Puede considerarse al año 1912 en su totalidad y al primer semestre de 1913 como el del comienzo del ciclo de inspiración y consolidación más importante y fecundo a nivel literario en la vida de Franz Kafka y tal vez el más importante de los tres que tuvo en su vida.
Fueron muchas las experiencias, vivencias y situaciones que atravesó en este año que lo marcaron a fuego. Escribió y publicó su primer volumen de relatos Contemplación, escribió El fogonero, capítulo inicial de su novela El desaparecido de la cual también escribiría los siguientes siete capítulos, escribió de un tirón su auto referencial relato La condena y como si esto fuera poco, desarrollaría en su cabeza nada más y nada menos que su narración más inoxidable y emblemática que publicaría recién tres años más tarde: La metamorfosis.

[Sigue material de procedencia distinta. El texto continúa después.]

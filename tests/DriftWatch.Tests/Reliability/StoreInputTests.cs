using DriftWatch.Cli;
using DriftWatch.Storage;
using DriftWatch.Tests.Support;
using Xunit;
using Xunit.Abstractions;

namespace DriftWatch.Tests.Reliability;

/// <summary>
/// Store files as they arrive the morning after: older formats are read, newer ones refused clearly, damaged and
/// foreign files get one line and exit 2, and no read command ever changes a byte of the store.
/// </summary>
public sealed class StoreInputTests
{
    private readonly ITestOutputHelper _output;

    public StoreInputTests(ITestOutputHelper output) => _output = output;

    [Fact]
    public void AStoreWrittenInFormatOneIsReadByThisVersion()
    {
        using var temp = new TempFolder();
        string store = SampleStore.CopyTo(temp.Path);

        using (var reader = RunStore.OpenForReading(store))
        {
            var run = reader.GetRun(SampleStore.Run);
            Assert.Equal([1, 2], reader.Epochs(run.Id).Select(e => e.Epoch));
            Assert.Equal(2, reader.Maps(run.Id).Count);
            Assert.Equal(2, reader.Verdicts(run.Id).Count);
            Assert.True(RunStore.FormatVersion >= 1);
        }
        foreach (var args in SampleStore.ReadCommands(store, SampleStore.Run, temp.File("charts")))
        {
            var (code, output, error) = SampleStore.Cli(args);
            Assert.True(code is ExitCodes.Fine or ExitCodes.Halt, $"{string.Join(' ', args)}: {code} {error}");
            Assert.NotEmpty(output);
        }
    }

    [Fact]
    public void ReadCommandsNeverChangeAByteOfTheStore()
    {
        using var temp = new TempFolder();
        string store = SampleStore.CopyTo(temp.Path);
        File.SetLastWriteTimeUtc(store, new DateTime(2026, 1, 1, 0, 0, 0, DateTimeKind.Utc));
        byte[] before = File.ReadAllBytes(store);
        string policy = temp.File("policy.json");
        File.WriteAllText(policy, """{ "patience": 1, "warmupEpochs": 0 }""");

        foreach (var args in SampleStore.ReadCommands(store, SampleStore.Run, temp.File("charts")).Append(["check", SampleStore.Run, "--store", store, "--policy", policy]))
        {
            var (code, _, error) = SampleStore.Cli(args);
            Assert.True(code is ExitCodes.Fine or ExitCodes.Halt, $"{string.Join(' ', args)}: {code} {error}");
        }

        Assert.Equal(before, File.ReadAllBytes(store));
        Assert.Equal(new DateTime(2026, 1, 1, 0, 0, 0, DateTimeKind.Utc), File.GetLastWriteTimeUtc(store));
        Assert.False(File.Exists(DemoRunAudit.LogFileOf(store)));
    }

    [Fact]
    public void AStoreOfANewerFormatIsRefusedByTheCliAndTheMonitorAndLeftUntouched()
    {
        using var temp = new TempFolder();
        string store = SampleStore.CopyTo(temp.Path);
        using (var raw = new LiteDB.LiteDatabase(new LiteDB.ConnectionString { Filename = store, Connection = LiteDB.ConnectionType.Shared }))
            raw.GetCollection("driftwatch").Update(new LiteDB.BsonDocument { ["_id"] = "format", ["version"] = RunStore.FormatVersion + 1 });
        byte[] before = File.ReadAllBytes(store);

        foreach (var args in SampleStore.ReadCommands(store, SampleStore.Run, temp.File("charts")))
            AssertOneLine(SampleStore.Cli(args), "newer DriftWatch");
        var writing = Assert.Throws<StoreException>(() => RunStore.OpenForWriting(store));
        Assert.Contains("upgrade DriftWatch", writing.Message);

        // The real program, end to end: its exit code is what a scheduler sees.
        using var process = ChildProcess.Start(ChildProcess.CliDll, "check", SampleStore.Run, "--store", store);
        Assert.Equal(ExitCodes.BadInput, process.WaitForExit());
        Assert.Contains("newer DriftWatch", process.Error);
        Assert.Single(process.Error.Trim().Split('\n'));

        Assert.Equal(before, File.ReadAllBytes(store));
        Finalizers.RunNow();
    }

    [Fact]
    public void AStoreLeftEmptyByAKillWhileItWasCreatedReadsAsHavingNoRuns()
    {
        using var temp = new TempFolder();
        string store = temp.File("new.litedb");
        // What a process killed between LiteDB creating the file and the first DriftWatch record leaves behind.
        using (var raw = new LiteDB.LiteDatabase(new LiteDB.ConnectionString { Filename = store, Connection = LiteDB.ConnectionType.Shared }))
            raw.GetCollectionNames().ToList();
        byte[] before = File.ReadAllBytes(store);

        var (code, output, _) = SampleStore.Cli("runs", "--store", store);
        var (showCode, _, showError) = SampleStore.Cli("show", "x", "--store", store);

        Assert.Equal(ExitCodes.Fine, code);
        Assert.StartsWith("No runs in", output, StringComparison.Ordinal);
        Assert.Equal(ExitCodes.BadInput, showCode);
        Assert.Contains("the store has no runs", showError);
        Assert.Equal(before, File.ReadAllBytes(store));
        using (var writer = RunStore.OpenForWriting(store))
            writer.AddRun(new RunDocument { Name = "adopted" });
        using var reader = RunStore.OpenForReading(store);
        Assert.Equal(["adopted"], reader.Runs().Select(r => r.Name));
    }

    [Theory]
    [InlineData(0.1)]
    [InlineData(0.5)]
    [InlineData(0.9)]
    [InlineData(0.99)]
    public void ATruncatedStoreIsRefusedWithOneLineWhereverItWasCut(double kept)
    {
        using var temp = new TempFolder();
        string store = SampleStore.CopyTo(temp.Path);
        var bytes = File.ReadAllBytes(store);
        File.WriteAllBytes(store, bytes[..(int)(bytes.Length * kept)]);
        byte[] before = File.ReadAllBytes(store);

        foreach (var args in SampleStore.ReadCommands(store, SampleStore.Run, temp.File("charts")))
            AssertOneLine(SampleStore.Cli(args), "truncated");
        Assert.Contains("truncated", Assert.Throws<StoreException>(() => RunStore.OpenForWriting(store)).Message);
        Assert.Equal(before, File.ReadAllBytes(store));
        Finalizers.RunNow();
    }

    [Fact]
    public void BadStoresAndPolicyFilesGetOneLineAndExitTwoAndTheStoreIsUnchanged()
    {
        using var temp = new TempFolder();
        string store = SampleStore.CopyTo(temp.Path);
        byte[] before = File.ReadAllBytes(store);
        var random = new Random(8);
        string Write(string name, byte[] content)
        {
            string path = temp.File(name);
            File.WriteAllBytes(path, content);
            return path;
        }
        string Text(string name, string content) => Write(name, System.Text.Encoding.UTF8.GetBytes(content));
        byte[] Noise(int length)
        {
            var noise = new byte[length];
            random.NextBytes(noise);
            return noise;
        }

        string[] stores =
        [
            temp.Path, // a folder
            Write("zero.litedb", []),
            Write("noise.litedb", Noise(40_000)),
            Write("picture.png", [0x89, .. "PNG\r\n\u001a\n"u8, .. Noise(20_000)]),
            Text("notes.csv", string.Concat(Enumerable.Repeat("epoch,loss\n1,0.5\n", 2000))),
            Write("header-only.litedb", File.ReadAllBytes(store)[..8192]),
            ForeignLiteDb(temp.File("shop.litedb")),
            temp.File("absent.litedb"),
        ];
        string[] policies =
        [
            Text("unknown-key.json", """{ "patiense": 2 }"""),
            Text("negative.json", """{ "patience": -1 }"""),
            Text("zero-threshold.json", """{ "generalisationLossThreshold": 0 }"""),
            Text("share-above-one.json", """{ "leakMinimumShare": 1.5 }"""),
            Text("too-few-resamples.json", """{ "bootstrapResamples": 3 }"""),
            Text("fraction.json", """{ "warmupEpochs": 1.5 }"""),
            Text("string-number.json", """{ "patience": "2" }"""),
            Text("null.json", """{ "patience": null }"""),
            Text("unknown-kind.json", """{ "haltOn": ["Leak", "Gremlins"] }"""),
            Text("kind-as-number.json", """{ "haltOn": [0] }"""),
            Text("kind-not-array.json", """{ "haltOn": "Leak" }"""),
            Text("huge.json", """{ "cusumThreshold": 1e400 }"""),
            Text("array.json", "[1, 2]"),
            Text("not-json.json", "patience = 2"),
            Text("empty.json", ""),
            Text("truncated.json", """{ "patience": 2"""),
            Write("binary.json", Noise(300)),
            temp.Path, // a folder
            temp.File("absent.json"),
        ];

        int tried = 0;
        foreach (string bad in stores)
        {
            foreach (var args in SampleStore.ReadCommands(bad, SampleStore.Run, temp.File("charts")))
            {
                AssertOneLine(SampleStore.Cli(args), "");
                tried++;
            }
        }
        foreach (string policy in policies)
        {
            var (code, output, error) = SampleStore.Cli("check", SampleStore.Run, "--store", store, "--policy", policy);
            AssertOneLine((code, output, error), "");
            Assert.Contains(Path.GetFileName(policy), error);
            tried++;
        }
        foreach (var args in new[]
        {
            new[] { "show", "no-such-run", "--store", store },
            ["show", SampleStore.Run, "--store", store, "--method", "shapley"],
            ["show", SampleStore.Run, "--store", store, "--top", "0"],
            ["chart", SampleStore.Run, "--store", store, "--width", "10"],
            ["check", SampleStore.Run, "--store", ""],
            ["runs", "--store", store, "--colour"],
            ["remove", SampleStore.Run, "--store", store],
        })
        {
            AssertOneLine(SampleStore.Cli(args), "");
            tried++;
        }

        Assert.Equal(before, File.ReadAllBytes(store));
        Assert.False(File.Exists(temp.File("absent.litedb")));
        _output.WriteLine($"bad inputs tried through the CLI: {tried}; each answered with one line and exit code 2; the store unchanged");
        Finalizers.RunNow();
    }

    private static string ForeignLiteDb(string path)
    {
        using var other = new LiteDB.LiteDatabase(path);
        other.GetCollection("orders").Insert(new LiteDB.BsonDocument { ["item"] = "tomatoes" });
        return path;
    }

    private static void AssertOneLine((int Code, string Output, string Error) result, string expected)
    {
        Assert.True(result.Code == ExitCodes.BadInput, $"exit {result.Code}: {result.Error}");
        Assert.Equal("", result.Output);
        Assert.Single(result.Error.Trim().Split('\n'));
        Assert.StartsWith("error: ", result.Error, StringComparison.Ordinal);
        Assert.Contains(expected, result.Error);
    }
}
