using DriftWatch.Attribution;
using DriftWatch.Detection;
using DriftWatch.Hooks;
using DriftWatch.Model;
using DriftWatch.Probing;
using DriftWatch.Storage;
using DriftWatch.Tests.Support;
using Xunit;
using Xunit.Abstractions;

namespace DriftWatch.Tests.Reliability;

/// <summary>
/// Bad configuration reaches the library as a typed <see cref="DriftWatchException"/> when the monitor is built (or,
/// for what only an epoch can show, in strict mode), with one line naming the problem, and nothing stored changes.
/// </summary>
public sealed class ConfigurationTests
{
    private readonly ITestOutputHelper _output;

    public ConfigurationTests(ITestOutputHelper output) => _output = output;

    private static ProbeSet Probe() => TestProbes.Small();

    private static MonitorOptions Options(string store, IWatchedModel model) => new()
    {
        StorePath = store,
        RunName = "night-1",
        Schema = model.Schema,
        Probe = Probe(),
        Methods = [new IntegratedGradients(8)],
        WatchedModel = model,
        Resume = true, // the cases below reopen the run: what they change is refused, not the reopening itself
    };

    [Fact]
    public void EveryBadConfigurationIsATypedOneLineErrorAndTheStoreIsUnchanged()
    {
        using var temp = new TempFolder();
        string store = temp.File("s.litedb");
        using var model = new SmallNet(3, 5, 4);
        using (var monitor = new TrainingMonitor(Options(store, model)))
            monitor.EndEpoch(model, 0, new EpochMetrics(0.7, 0.7));
        byte[] before = File.ReadAllBytes(store);
        using var wider = new SmallNet(3, 5, 4, hidden: 32);
        var wide = new RowsBuilder().WithDense(4).Build();
        using var other = new FunctionModel(4, x => x.sum(dim: 1));

        var cases = new (string What, Func<object?> Act, string Expected)[]
        {
            ("run name with stored epochs, without Resume", () => new TrainingMonitor(Options(store, model) with { Resume = false }), "set MonitorOptions.Resume = true to continue it from epoch 1"),
            ("run name used by a different model", () => new TrainingMonitor(Options(store, wider)), "model of another shape"),
            ("model whose schema is not the options' schema", () => new TrainingMonitor(Options(store, model) with { WatchedModel = other }), "WatchedModel's schema differs"),
            ("probe wider than the schema", () => new TrainingMonitor(Options(store, model) with { Probe = new ProbeSet(wide, wide) }), "4 dense"),
            ("another probe set for the same run", () => new TrainingMonitor(Options(store, model) with { Probe = ProbeSet.Select(Probe().Rows, Probe().Rows, 10, 4) }), "different probe set"),
            ("another method setting for the same run", () => new TrainingMonitor(Options(store, model) with { Methods = [new IntegratedGradients(16)] }), "attribution method settings"),
            ("the same method twice", () => new TrainingMonitor(Options(store, model) with { Methods = [new Saliency(), new Saliency()] }), "configured twice"),
            ("chunk of zero rows", () => new TrainingMonitor(Options(store, model) with { ChunkRows = 0 }), "ChunkRows"),
            ("attribute every 0th epoch", () => new TrainingMonitor(Options(store, model) with { AttributeEvery = 0 }), "AttributeEvery"),
            ("empty run name", () => new TrainingMonitor(Options(store, model) with { RunName = " " }), "RunName"),
            ("store path that is a folder", () => new TrainingMonitor(Options(temp.Path, model)), "is a folder"),
            ("value counts for a dense feature", () => new TrainingMonitor(Options(store, model) with { TrainingValueCounts = Counts("dense 1") }), "not a categorical"),
            ("feature named twice", () => Schema("tray", "humidity", "tray"), "used twice"),
            ("feature with an empty name", () => Schema("tray", ""), "empty name"),
            ("feature with a blank name", () => Schema("tray", "  "), "empty name"),
            ("schema without features", () => FeatureSchema.CreateBuilder().Build(), "empty"),
            ("policy with an unknown key", () => GatePolicy.Parse("""{ "warmup": 1 }"""), "unknown key 'warmup'"),
            ("policy value out of range", () => GatePolicy.Parse("""{ "purityLowerBound": 0 }"""), "purityLowerBound"),
        };

        foreach (var (what, act, expected) in cases)
        {
            var e = Assert.ThrowsAny<DriftWatchException>(() => (act() as IDisposable)?.Dispose());
            Assert.True(e.Message.Contains(expected, StringComparison.Ordinal), $"{what}: {e.Message}");
            Assert.DoesNotContain('\n', e.Message);
            _output.WriteLine($"{what}: {e.Message}");
        }

        Assert.Equal(before, File.ReadAllBytes(store));
        _output.WriteLine($"bad configurations tried: {cases.Length}; each a DriftWatchException at configuration, the store unchanged");
    }

    [Fact]
    public void EpochsOutOfOrderAreATypedErrorInStrictModeAndChangeNothing()
    {
        using var temp = new TempFolder();
        string store = temp.File("s.litedb");
        using var model = new SmallNet(3, 5, 4);
        using var monitor = new TrainingMonitor(Options(store, model) with { Strict = true });
        monitor.EndEpoch(model, 4, new EpochMetrics(0.7, 0.7));
        byte[] before = File.ReadAllBytes(store);

        var e = Assert.Throws<DriftWatchException>(() => monitor.EndEpoch(model, 2, new EpochMetrics(0.6, 0.7)));

        Assert.Contains("epoch 2 comes before epoch 4, the last stored epoch of run 'night-1'; epochs must increase: pass epoch 5 or later", e.Message);
        Assert.Equal(before, File.ReadAllBytes(store));
        Assert.Equal(4, monitor.LastEpoch);
    }

    [Fact]
    public void WithoutTheModelInTheOptionsADifferentModelFailsEachEpochButNeverTheLoop()
    {
        using var temp = new TempFolder();
        string store = temp.File("s.litedb");
        using var model = new SmallNet(3, 5, 4);
        using (var first = new TrainingMonitor(Options(store, model)))
            first.EndEpoch(model, 0, new EpochMetrics(0.7, 0.7));
        using var wider = new SmallNet(3, 5, 4, hidden: 32);

        using var monitor = new TrainingMonitor(Options(store, wider) with { WatchedModel = null });
        var verdict = monitor.EndEpoch(wider, 1, new EpochMetrics(0.7, 0.7));

        Assert.Contains("model of another shape", Assert.Single(verdict.Findings).Evidence);
        Assert.Equal([0], monitor.Store.Epochs(monitor.Run.Id).Select(e => e.Epoch));
    }

    private static FeatureSchema Schema(params string[] names)
    {
        var builder = FeatureSchema.CreateBuilder();
        foreach (string name in names)
            builder.AddDense(name);
        return builder.Build();
    }

    private static System.Collections.Immutable.ImmutableDictionary<string, System.Collections.Immutable.ImmutableDictionary<long, int>> Counts(string feature) =>
        System.Collections.Immutable.ImmutableDictionary<string, System.Collections.Immutable.ImmutableDictionary<long, int>>.Empty
            .Add(feature, System.Collections.Immutable.ImmutableDictionary<long, int>.Empty.Add(1, 3));
}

Es durante el principio de 1912 cuando Kafka decide meterse de lleno en la literatura. Más allá de sus dudas y divagues acerca de la soltería que ya lo acuciaba, sabe que si no descarga o canaliza sus energías negativas cambiándolas por el positivismo de la escritura estará irremediablemente perdido y la única manera es sentarse a escribir. Decidido a eso, proyecta sus intenciones de publicar su primer libro, en parte por la insistencia de Max Brod y también luego de conocer a Rowohlt y Wolff, quienes estaban ávidos por conocer sus escritos.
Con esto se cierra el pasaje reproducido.